“Competition, competition, competition”, chanted Federal Communications Commission chairman Tom Wheeler during remarks before the Mid-Atlantic Venture Association, a trade group of venture capitalists. Mr. Wheeler stuck to the usual theme of competition in broadband access, an open internet, and the availability of spectrum.
Mr. Wheeler, a former venture capitalist, reminded the audience that as the chief executive officer of the federal government’s “network agency”, he was also responsible for optimizing the public’s interest in public safety, competition, and consumer choice. What would have been more helpful is if Mr. Wheeler adequately fleshed out how the FCC intended to create a competitive market place for broadband access networks.
Just based on the definition of competition I don’t see how the FCC can introduce more competition in either market short of literally determining which and how many players can participate as producers and how many citizens can participate as consumers. In addition, given the dynamism of the broadband access market, I don’t see why the FCC should be concerned about intervening in markets in order to bring about competition in the first place.
Michelle Connolly and James E. Prieger analyzed broadband market data from the FCC and determined that for the period 2005-2008 there was a tremendous amount of simultaneous entry into and exit out of the broadband markets. On the national level, broadband market entry rates were between 14% and 19%, rates that are greater than many other industries. When you account for exit rates at the national level, net rate of entry was determined as approximately 3.1% per year.
When the broadband access market is shrunk down to local levels including zip codes, entry rates increase. Another dynamic, according to the findings of Connolly and Prieger, is the size of new entrants and firms that survive market entry. They tend to be the larger firms on average and enter new markets via different tiers or packages of service. The authors also found that entry and exit activity lessened with the maturity of a market.
When I consider barriers to market entry faced by broadband access providers, I’m not surprised that larger firms contribute significantly to entrance into and viability in a market. Progressive proponents of competition tend to delete from the discussion economic and regulatory impediments to market entry.

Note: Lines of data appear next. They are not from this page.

def test_flat_region_and_crack_are_invalid_elsewhere_correct(speckle):
    # A region without texture and a region whose content is replaced ("crack") give invalid
    # points there and correct points elsewhere (project issue; the known translation is the
    # oracle).
    pat, ref = speckle
    ref = ref.copy()
    ref[20:80, 20:80] = 100.0                    # no texture in the reference
    dx, dy = 0.6, 0.3
    dfm = synth.render(pat, SHAPE, synth.translation(dx, dy))
    dfm[20:80, 20:80] = 100.0
    rng = np.random.default_rng(0)
    other = synth.render(synth.make_speckle(SHAPE, radius=2.5, seed=99), SHAPE)
    dfm[120:180, 110:170] = other[120:180, 110:170]    # content replaced
    f = dic.correlate(ref, dfm, subset=21, step=10)
    x, y = f.x, f.y
    # points whose whole subset (half-width 10) lies in the flat or in the replaced region
    in_flat = (x >= 30) & (x <= 69) & (y >= 30) & (y <= 69)
    in_crack = (x >= 120) & (x <= 159) & (y >= 130) & (y <= 169)
    assert in_flat.sum() >= 9 and in_crack.sum() >= 9
    assert not f.valid[in_flat].any()
    assert set(np.unique(f.reason[in_flat])) <= {Reason.FLAT}
    assert not f.valid[in_crack].any()
    assert np.all(np.isnan(f.u[~f.valid])) and np.all(np.isnan(f.zncc[~f.valid]))
    # far from both regions (no subset overlap), everything is measured and right
    clear = ~((x >= 0) & (x <= 100) & (y >= 0) & (y <= 100)) \
        & ~((x >= 100) & (y >= 100)) & (f.reason != Reason.OUTSIDE_IMAGE)
    assert f.valid[clear].all()
    assert np.abs(f.u[clear] - dx).max() <= 0.01
    assert np.abs(f.v[clear] - dy).max() <= 0.01
    del rng
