def _own_output(path, folder):
    """True for a map or table this command wrote into ``folder``."""
    return (folder is not None and path.parent == folder.resolve()
            and path.name.startswith(OWN_OUTPUTS)
            and path.suffix.lower() in (".png", ".csv", ".json", ".gif", ".mp4"))


def _warn_order(files):
    """Warn when image files named one by one are not in natural order (a shell's glob)."""
    from dic.images.io import natural_sorted

    if len(files) > 2 and natural_sorted(files) != files:
        shown = ", ".join(p.name for p in files[:4])
        log.warning("images: the %d files named one by one are not in natural order (%s, ...), "
                    "so they are analysed in the order given; an unquoted pattern is sorted "
                    "letter by letter by the shell: quote it ('frames/img*.png') for natural "
                    "order (img2 before img10)", len(files), shown)


def _collect_images(arguments, folder=None):
    """Image paths from files, folders and patterns: argument order, natural order within each.

    Paths are made absolute, so that the same images give the same results file (and resume)
    whether named on the command line or in an analysis file. The displacement maps and
    tables a run writes into its output folder ``folder`` are left out.
    """
    from dic.images.io import list_images

    found, seen = [], set()
    files = [Path(a) for a in arguments if Path(a).is_file()]
    if len(files) == len(arguments):
        _warn_order(files)
    for arg in arguments:
        p = Path(arg)
        if p.is_file():
            paths = [p]
        elif p.is_dir() or glob.has_magic(str(arg)):
            try:
                paths = list_images(arg)
            except FileNotFoundError as exc:
                raise FileNotFoundError(
                    "images: " + str(exc).removeprefix("pattern_or_folder: ")) from None
        else:
            raise FileNotFoundError(f"images: no such file or folder '{arg}'; check the path")
        for q in paths:
            key = q.resolve()
            if _own_output(key, folder) and not p.is_file():
                continue  # this tool's own output, not an image of the test
            if key not in seen:
                seen.add(key)
                found.append(key)
    return found


def _analysis(args):
    """Merged settings: analysis file first, then the options given on the command line.

    Returns ``(images, out, kwargs, after)``: ``kwargs`` for :func:`dic.track`, ``after`` the
    analysis file's ``tensile`` and ``report`` tables (for :func:`dic.workflow.run.finish`).
    """
    from dic.workflow.config import load_analysis

    conf = load_analysis(args.config) if args.config is not None else {}
    source = f"the analysis file '{args.config}'" if args.config is not None else None

    if args.images:
        images = list(args.images)
    elif "images" in conf:
        images = [conf["images"]] if isinstance(conf["images"], str) else list(conf["images"])
    else:
        raise ValueError("images: none given; name image files, a folder or a pattern, or set "
                         "images = \"frames/*.tif\" in the analysis file (--config)")
    out = args.out if args.out is not None else conf.get("out")
    if out is None:
        raise ValueError("--out: not given; pass --out run.h5 (results file) or --out FOLDER, "
                         "or set out = \"run.h5\" in the analysis file (--config)")

    kw = {}
    for key in ("reference", "frames", "subset", "step", "shape_function", "interpolation",
                "min_zncc", "max_sigma", "search", "block", "roi", "scale", "workers",
                "cluster"):
        if key in conf:
            kw[key] = conf[key]
    given = dict(reference=args.reference, frames=args.frames, subset=args.subset,
                 step=args.step, shape_function=args.shape_function,
                 interpolation=args.interpolation, min_zncc=args.min_zncc,
                 max_sigma=args.max_sigma, search=args.search, block=args.block,
                 workers=args.workers, cluster=args.cluster)
    if args.roi is not None or args.roi_mask is not None:
        given["roi"] = args.roi if args.roi is not None else args.roi_mask
    if args.scale is not None or args.scale_line is not None:
        given["scale"] = args.scale if args.scale is not None else args.scale_line
    if args.workers is not None:  # one place to run: the command line's choice wins
        kw.pop("cluster", None)
    if args.cluster is not None:
        kw.pop("workers", None)
    kw.update({k: v for k, v in given.items() if v is not None})

    strain = dict(conf.get("strain", {}))
    if args.strain_window is not None:
        strain["window"] = args.strain_window
    if args.strain_measure is not None:
        strain["measure"] = args.strain_measure
    if strain:
        # every key spelled out, so that the stored settings (compared on resume) are the
        # same however they were given
        strain = {**_STRAIN_DEFAULTS, **strain}
        strain["measure"] = _checked_measure(strain["measure"], source)
        w = strain["window"]
        if isinstance(w, bool) or not isinstance(w, int) or w < 3 or w % 2 == 0:
            raise ValueError(f"strain window: {w!r} is not an odd whole number of at least 3; "
                             f"use e.g. --strain-window 9")
        kw["strain"] = strain
    kw.update(camera_settings(args, conf))
    after = {k: conf[k] for k in ("tensile", "report", "noise", "animation") if k in conf}
    if args.animate is not None:
        after["animation"] = {**after.get("animation", {}), "write": True,
                              "format": args.animate}
    if after:
        after["strain"] = kw.get("strain", {})
    return images, out, kw, after


def _checked_measure(name, source):
    from dic.strain import canonical_measure

    try:
        return canonical_measure(name)
    except ValueError as exc:
        where = f" (in {source})" if source else ""
        raise ValueError(f"strain measure{where}: {exc}") from None


def _outputs(out):
    """(results file, output folder or None) for ``--out``."""
    p = Path(out)
    if p.suffix.lower() in _RESULTS_SUFFIXES:
        if p.is_dir():
            raise ValueError(f"--out: '{p}' is a folder; give a results file name ending in "
                             f".h5 or a folder name without that ending")
        return p, None
    if p.exists() and not p.is_dir():
        raise ValueError(f"--out: '{p}' is a file but not a results file (.h5); give a "
                         f"folder, or a results file name ending in .h5")
    return p / RESULTS_NAME, p


def _check_plan(images, kw, folder):
    """Checks that are cheap and must come before anything is written."""
    n = len(images)
    if n < 2:
        raise ValueError(f"images: found {n} image; give a reference image and at least one "
                         f"image to compare with it")
    ref = kw.get("reference", 0)
    if isinstance(ref, bool) or not isinstance(ref, int) or not 0 <= ref < n:
        raise ValueError(f"--reference: {ref!r} is not a position in the list of {n} images; "
                         f"use 0 to {n - 1}")
    frames = kw.get("frames")
    if frames is not None and not list(range(n))[frames]:
        raise ValueError(f"--frames: {frames.start}:{frames.stop}:{frames.step} selects none "
                         f"of the {n} images; use positions from 0 to {n - 1}")
    if folder is not None:
        chosen = [images[k] for k in (range(n) if frames is None else range(n)[frames])
                  if k != ref]
        stems = {}
        for p in chosen:
            if p.stem in stems:
                raise ValueError(f"images: '{stems[p.stem]}' and '{p}' share the name "
                                 f"'{p.stem}', so their tables and maps would overwrite each "
                                 f"other; rename one, or give --out a results file (.h5)")
            stems[p.stem] = p


# --------------------------------------------------------------------------------------------
# the run command: per-frame exports into the output folder
# --------------------------------------------------------------------------------------------
def _export_names(folder, image):
    stem = Path(image).stem
    return folder / f"displacements_{stem}.csv", folder / f"strain_{stem}.png"


def _default_window(shape, preferred=9):
    """The strain window of the maps when the analysis sets none: ``preferred`` points, or the
    largest odd window (at least 3) that fits a smaller grid of points."""
    fit = min(shape)
    fit -= 1 - fit % 2
    return max(3, min(preferred, fit))


def _export(results, folder, reference_path, *, redo, bar, verbose, out, tensile=None):
    """Table (CSV with its JSON description) and axial strain map of every completed frame
    that lacks them; the maps share one colour scale and show the gauges.

    Returns the number of files written.
    """
    import numpy as np

    from dic.export import frame_to_csv, sidecar_path
    from dic.images.io import read_image
    from dic.figures.common import MEASURE_TITLES, strain_limits
    from dic.figures.series import MapSeries
    from dic.workflow.run import axial_component, gauge_lines

    st = results.settings
    frames, ref = st.get("frames", list(range(results.n_frames))), st.get("reference", 0)
    strain = st.get("strain") or {}
    names = results.image_names
    ref_name = Path(reference_path).name
    todo = []
    for k in range(len(results)):
        if frames[k] == ref:
            continue
        csv, png = _export_names(folder, names[k])
        if redo or not (csv.is_file() and png.is_file() and sidecar_path(csv).is_file()):
            todo.append(k)
    if not todo:
        return 0
    never = None
    measure = strain.get("measure", "green-lagrange")
    window = int(strain["window"]) if "window" in strain else _default_window(results.shape)
    comp = axial_component(results)
    # one colour scale for every map, so that maps of different frames compare
    limits = strain_limits(results, comp, window=window, measure=measure)
    shapes = gauge_lines(results, tensile)
    written = 0
    refs = results.reference_indices
    maps = None  # the maps' shared parts are drawn once (dic.figures.series)
    progress = _bar(total=len(todo), desc="exporting", enabled=bar)
    try:
        for k in todo:
            field = results.field(k)
            if maps is None:
                reference_image = read_image(reference_path, name="reference image")
                maps = MapSeries(reference_image, component=comp, limits=limits,
                                 scale=results.scale, gauges=shapes, alpha=0.85)
            name = Path(names[k]).name
            against = int(refs[k])
            note = dict(image=name, reference_image=ref_name)
            if against != ref:
                note["matched_against"] = f"image {against}"
            csv, png = _export_names(folder, names[k])
            # the columns of dic export's tables; 17 digits give the stored numbers bit for
            # bit; written atomically: never half a file
            st_k = results.strain(k, window=window, measure=measure)
            frame_to_csv(results, k, csv, window=window, measure=measure, digits=17,
                         about=note, field=field, strain=st_k)
            nv = int(np.count_nonzero(np.isfinite(getattr(st_k, comp))))
            maps.save(st_k, png,  # written atomically: never half a file
                      title=f"Axial strain {comp} ({MEASURE_TITLES.get(measure, measure)}), "
                            f"{name} against {ref_name}\n{nv} of {field.n_points} points have "
                            f"a strain; one colour scale for every frame")
            written += 3
            if verbose:
                if never is None:
                    never = _never_measurable(results)
                _write_line(f"frame {k} ({name}): {_summary(field, never)}", out)
            if progress is not None:
                progress.update(1)
    finally:
        if progress is not None:
            progress.close()
    return written
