describe('review transitions of a run', () => {
  let reviewId: string

  it('an engineer submits their own run: draft → submitted (201)', async () => {
    const res = await engineer.post('/api/reviews').send({ subjectType: 'run', subjectId: engineerRun })
    expect(res.status).toBe(201)
    expect(res.body).toMatchObject({
      state: 'submitted',
      subjectName: 'Synthetic east-west',
      submittedBy: { name: 'Ines Marlowe' },
      decidedBy: null,
    })
    reviewId = res.body.id
  })

  it('a second submission while waiting answers 409', async () => {
    const res = await engineer.post('/api/reviews').send({ subjectType: 'run', subjectId: engineerRun })
    expect(res.status).toBe(409)
    expect(res.body.error.code).toBe('already_submitted')
  })

  it('the checker’s queue lists it; the engineer’s own submissions too', async () => {
    const queue = await checker.get('/api/reviews').query({ state: 'submitted' })
    expect(queue.body.items.map((r: { id: string }) => r.id)).toContain(reviewId)
    const mine = await engineer.get('/api/reviews').query({ mine: 'true' })
    expect(mine.body.items.map((r: { id: string }) => r.id)).toEqual([reviewId])
    expect((await checker.get('/api/reviews').query({ mine: 'true' })).body.items).toEqual([])
  })

  it('a return needs a comment (400)', async () => {
    const res = await checker.post(`/api/reviews/${reviewId}/decision`).send({ decision: 'returned' })
    expect(res.status).toBe(400)
    expect(res.body.error.message).toMatch(/comment/)
  })

  it('the checker returns it with a comment: submitted → returned', async () => {
    const res = await checker
      .post(`/api/reviews/${reviewId}/decision`)
      .send({ decision: 'returned', comment: 'Baseline drift visible after 30 s; correct and re-run.' })
    expect(res.status).toBe(200)
    expect(res.body.state).toBe('returned')
    expect(res.body.decidedBy.name).toBe('Tomas Verhoek')
    expect(res.body.comments.map((c: { body: string }) => c.body)).toEqual([
      'Baseline drift visible after 30 s; correct and re-run.',
    ])
  })

  it('a decision on a returned review answers 409', async () => {
    expect(
      (await checker.post(`/api/reviews/${reviewId}/decision`).send({ decision: 'checked' })).status,
    ).toBe(409)
  })

  it('the engineer answers in the thread and resubmits: returned → submitted (200)', async () => {
    const comment = await engineer
      .post(`/api/reviews/${reviewId}/comments`)
      .send({ body: 'Corrected the baseline; please look again.' })
    expect(comment.status).toBe(201)
    expect(comment.body.author.name).toBe('Ines Marlowe')
    const res = await engineer.post('/api/reviews').send({ subjectType: 'run', subjectId: engineerRun })
    expect(res.status).toBe(200)
    expect(res.body).toMatchObject({ id: reviewId, state: 'submitted', decidedBy: null, commentCount: 2 })
  })

  it('the checker marks it checked: submitted → checked; it is then locked', async () => {
    const res = await checker
      .post(`/api/reviews/${reviewId}/decision`)
      .send({ decision: 'checked', comment: 'Agreed.' })
    expect(res.status).toBe(200)
    expect(res.body.state).toBe('checked')
    const again = await engineer.post('/api/reviews').send({ subjectType: 'run', subjectId: engineerRun })
    expect(again.status).toBe(409)
    expect(again.body.error.code).toBe('locked')
  })

  it('writes every transition to the audit log with who and when', () => {
    expect(auditActions(engineerRun)).toEqual([
      'review.submitted',
      'review.returned',
      'review.commented',
      'review.resubmitted',
      'review.checked',
    ])
    const rows = ctx.db.select().from(auditLog).where(eq(auditLog.subjectId, engineerRun)).all()
    const checked = rows.find((r) => r.action === 'review.checked')
    expect(checked?.userId).toBe(ctx.seed.userIds['checker@ordinate.test'])
    expect(checked?.createdAt).toEqual(expect.any(Number))
    expect(checked?.detail).toMatchObject({ from: 'submitted', to: 'checked' })
  })

  it('GET /api/reviews/:id answers the thread in order', async () => {
    const res = await admin.get(`/api/reviews/${reviewId}`)
    expect(res.status).toBe(200)
    expect(res.body.comments.map((c: { author: { name: string } }) => c.author.name)).toEqual([
      'Tomas Verhoek',
      'Ines Marlowe',
      'Tomas Verhoek',
    ])
  })
})
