describe('GET /api/records/:id/samples', () => {
  it('integrates a constant acceleration to v = a·t and d = a·t²/2 (closed form)', async () => {
    // 0.5 m/s² for 1 s at Δt = 0.01 s: the trapezoidal rule is exact for these polynomials
    const up = await upload(engineer, column(new Float64Array(101).fill(0.5)), 'const.txt', {
      units: 'm/s2',
      dtS: 0.01,
    })
    const res = await engineer.get(`/api/records/${up.body.id}/samples`)
    expect(res.status).toBe(200)
    const { timeS, accelMPerS2, velMPerS, dispM } = res.body
    expect(timeS).toHaveLength(101)
    expect(timeS[100]).toBeCloseTo(1, 12)
    expect(accelMPerS2[50]).toBe(0.5)
    expect(velMPerS[100]).toBeCloseTo(0.5, 12)
    expect(dispM[100]).toBeCloseTo(0.25, 12)
  })

  it('thins a long record to maxPoints and keeps its one-sample peak and trough', async () => {
    const n = 50_000
    const a = Float64Array.from({ length: n }, (_, i) => 0.01 * Math.sin(i / 7))
    a[31_111] = 0.8
    a[40_000] = -0.6
    const up = await upload(engineer, column(a), 'spike.txt', { units: 'g', dtS: 0.005 })
    expect(up.status).toBe(201)
    const res = await engineer.get(`/api/records/${up.body.id}/samples`).query({ maxPoints: 500 })
    expect(res.status).toBe(200)
    expect(res.body.timeS.length).toBeLessThanOrEqual(500)
    expect(res.body.accelMPerS2).toHaveLength(res.body.timeS.length)
    expect(Math.max(...res.body.accelMPerS2)).toBeCloseTo(0.8 * G, 9)
    expect(Math.min(...res.body.accelMPerS2)).toBeCloseTo(-0.6 * G, 9)
    // PGV and PGD are the extremes of the interpolated record's velocity and displacement
    // between samples, so the sampled histories reach them from below, to within J·Δt²/8.
    const sampledPgv = Math.max(...res.body.velMPerS.map(Math.abs))
    const sampledPgd = Math.max(...res.body.dispM.map(Math.abs))
    expect(sampledPgv).toBeLessThanOrEqual(up.body.pgvMPerS)
    expect(sampledPgv).toBeCloseTo(up.body.pgvMPerS, 6)
    expect(sampledPgd).toBeLessThanOrEqual(up.body.pgdM)
    expect(sampledPgd).toBeCloseTo(up.body.pgdM, 6)
  })

  it('refuses maxPoints below 100 with 400', async () => {
    const up = await upload(engineer, fixture('time-value-header.csv'), 's.csv')
    const res = await engineer.get(`/api/records/${up.body.id}/samples`).query({ maxPoints: 3 })
    expect(res.status).toBe(400)
    expect(res.body.error.message).toMatch(/^maxPoints:/)
  })
})

describe('DELETE /api/records/:id', () => {
  const distinct = (tag: string) => Buffer.from(`# ${tag}\n` + '0\n0.02\n-0.02\n'.repeat(10))

  it('lets the uploader delete, removes the row and the original, and audits it', async () => {
    const up = await upload(engineer, distinct('delete me'), 'd.txt', { units: 'g', dtS: 0.01 })
    expect(storedOriginals()).toContain(up.body.sha256)
    const res = await engineer.delete(`/api/records/${up.body.id}`)
    expect(res.status).toBe(204)
    expect((await engineer.get(`/api/records/${up.body.id}`)).status).toBe(404)
    expect(storedOriginals()).not.toContain(up.body.sha256)
    const audit = ctx.db
      .select()
      .from(auditLog)
      .where(and(eq(auditLog.action, 'record.deleted'), eq(auditLog.subjectId, up.body.id)))
      .all()
    expect(audit).toHaveLength(1)
  })

  it('keeps the original while another record references the same bytes', async () => {
    const bytes = distinct('twice')
    const a = await upload(engineer, bytes, 'a.txt', { units: 'g', dtS: 0.01 })
    const b = await upload(engineer, bytes, 'b.txt', { units: 'g', dtS: 0.01 })
    expect(a.body.sha256).toBe(b.body.sha256)
    expect((await engineer.delete(`/api/records/${a.body.id}`)).status).toBe(204)
    expect(storedOriginals()).toContain(b.body.sha256)
  })

  it('lets an admin delete another member’s record', async () => {
    const up = await upload(engineer, distinct('admin deletes'), 'x.txt', { units: 'g', dtS: 0.01 })
    expect((await admin.delete(`/api/records/${up.body.id}`)).status).toBe(204)
  })

  it('refuses a member who neither uploaded it nor is an admin with 403', async () => {
    const up = await upload(engineer, distinct('not yours'), 'x.txt', { units: 'g', dtS: 0.01 })
    const res = await checker.delete(`/api/records/${up.body.id}`)
    expect(res.status).toBe(403)
    expect(res.body.error.message).toMatch(/admin/)
  })

  it('answers 404 to another firm', async () => {
    const up = await upload(engineer, distinct('outsider delete'), 'x.txt', { units: 'g', dtS: 0.01 })
    expect((await outsider.delete(`/api/records/${up.body.id}`)).status).toBe(404)
    expect((await engineer.get(`/api/records/${up.body.id}`)).status).toBe(200)
  })

  function insertRun(fields: { recordId?: string; pairId?: string; sha256: string }) {
    ctx.db
      .insert(runs)
      .values({
        id: crypto.randomUUID(),
        firmId: ctx.seed.firmIds[0]!,
        projectId: ctx.seed.projectIds[0]!,
        recordId: fields.recordId ?? null,
        pairId: fields.pairId ?? null,
        status: 'succeeded',
        settings: {
          method: 'newmark-average',
          dampingRatios: [0.05],
          periodsS: [1],
          periodChoice: 'list',
          periodGrid: null,
        },
        recordSha256: fields.sha256,
        createdBy: ctx.seed.userIds['engineer@ordinate.test']!,
      })
      .run()
  }

  it('answers 409 while a run uses the record, and keeps it', async () => {
    const up = await upload(engineer, distinct('in use'), 'x.txt', { units: 'g', dtS: 0.01 })
    insertRun({ recordId: up.body.id, sha256: up.body.sha256 })
    const res = await engineer.delete(`/api/records/${up.body.id}`)
    expect(res.status).toBe(409)
    expect(res.body.error.message).toMatch(/run/)
    expect((await engineer.get(`/api/records/${up.body.id}`)).status).toBe(200)
    expect(storedOriginals()).toContain(up.body.sha256)
  })

  it('answers 409 while a run uses a pair the record belongs to', async () => {
    const h1 = await upload(engineer, distinct('pair run h1'), 'h1.txt', { units: 'g', dtS: 0.01 })
    const h2 = await upload(engineer, distinct('pair run h2'), 'h2.txt', { units: 'g', dtS: 0.01 })
    const pair = await engineer.post('/api/record-pairs').send({ recordIds: [h1.body.id, h2.body.id] })
    insertRun({ pairId: pair.body.id, sha256: h1.body.sha256 })
    expect((await engineer.delete(`/api/records/${h2.body.id}`)).status).toBe(409)
  })

  it('removes the pairs a deleted record belonged to', async () => {
    const h1 = await upload(engineer, distinct('pair h1'), 'h1.txt', { units: 'g', dtS: 0.01 })
    const h2 = await upload(engineer, distinct('pair h2'), 'h2.txt', { units: 'g', dtS: 0.01 })
    const pair = await engineer.post('/api/record-pairs').send({ recordIds: [h1.body.id, h2.body.id] })
    expect((await engineer.delete(`/api/records/${h1.body.id}`)).status).toBe(204)
    const list = await engineer.get('/api/record-pairs')
    expect(list.body.items.map((p: { id: string }) => p.id)).not.toContain(pair.body.id)
  })
})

New entrants have to consider sizes of local markets and average income in an area. Education and age profile also impact broadband access service penetration, according to Connolly and Prieger. Population density and topography impact deployment of services in rural areas. Also, in my experience, franchising requirements, such as rights-of-way fees or access channel requirements for broadband operators that provide cable create a barrier to entry for smaller, less financially able companies.
There is also research that describes how competition can be delayed where potential entrants into a vacant market may think twice about entry if they have determined that the market will become contestable due to potential of growing demand. In other words, according to analysis by Mo Xiao and Peter Orazem, a potential entrant may look for a market where demand is not as high, creating a monopoly or entering an oligopoly that keeps out other entrants. It may not be worth the expenditure of profits to fight off new entrants into a vacant, high demand market first the first few market entrants.
What kind of policies should the FCC create to increase the number of broadband access provider entrants into a market where smaller companies may not have the scale or financial wherewithal to stay in a market? Will the FCC continue to subsidize these firms? If so, what type of support will the FCC give to the consumer? Demand has to want supply.
And where potential entrants are thinking twice about dipping their toes into a contestable market because of the fear of profit erosion in a relatively near future, will the FCC pursue a policy of subsidizing potential lost profit resulting from the very competition the “network agency” espouses?
Only by honestly grasping the reality that having three or four competitors in a market is not a bad thing will the FCC be able to get off of the competition rant and focus on more important issues such as spectrum allocation and ensuring that section 706 is the only basis for any regulation of broadband access.